-- What to do --
Nothing but the lines from the line with "whose factorisation's symbolic" to the end of the records below should appear in the answer, each exactly as given.

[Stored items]

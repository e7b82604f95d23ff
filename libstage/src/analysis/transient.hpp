// The transient integrator on an MNA system, for run_transient and for tests
// and benchmarks that build a system with their own devices.
#pragma once

#include <functional>
#include <vector>

#include "analysis/newton.hpp"
#include "mna/system.hpp"
#include "stage/transient.hpp"

namespace stage::analysis {

// Called with the time and every unknown (n + 1 entries) at the start and
// after each accepted step from options.from on, for analyses that need
// more than the recorded signals (the device states at a waveform's peak).
using StepObserver = std::function<void(double time, const std::vector<double>& x)>;

// A run on a Newton solver of its own (tests and benchmarks).
// `landings`: times a step lands on exactly, as on a waveform's corner but
// without restarting the formula there (the start of a window an observer
// integrates over, so that no step straddles it).
TransientResult integrate(const mna::System& system, const SolverOptions& solver,
                          const TransientOptions& options, const StepObserver& observer = {},
                          const std::vector<double>& landings = {});

// A run on a prepared simulation's solver, whose factorisation's symbolic
// analysis it keeps. `bias_point` (n + 1 entries), when given, is the
// system's operating point: a bias start takes it instead of solving again.
TransientResult integrate(NewtonSolver& newton, const TransientOptions& options,
                          const StepObserver& observer = {},
                          const std::vector<double>* bias_point = nullptr,
                          const std::vector<double>& landings = {});

}  // namespace stage::analysis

-- Problem solution --
// A run on a prepared simulation's solver, whose factorisation's symbolic
// analysis it keeps. `bias_point` (n + 1 entries), when given, is the
// system's operating point: a bias start takes it instead of solving again.
TransientResult integrate(NewtonSolver& newton, const TransientOptions& options,
                          const StepObserver& observer = {},
                          const std::vector<double>* bias_point = nullptr,
                          const std::vector<double>& landings = {});

}  // namespace stage::analysis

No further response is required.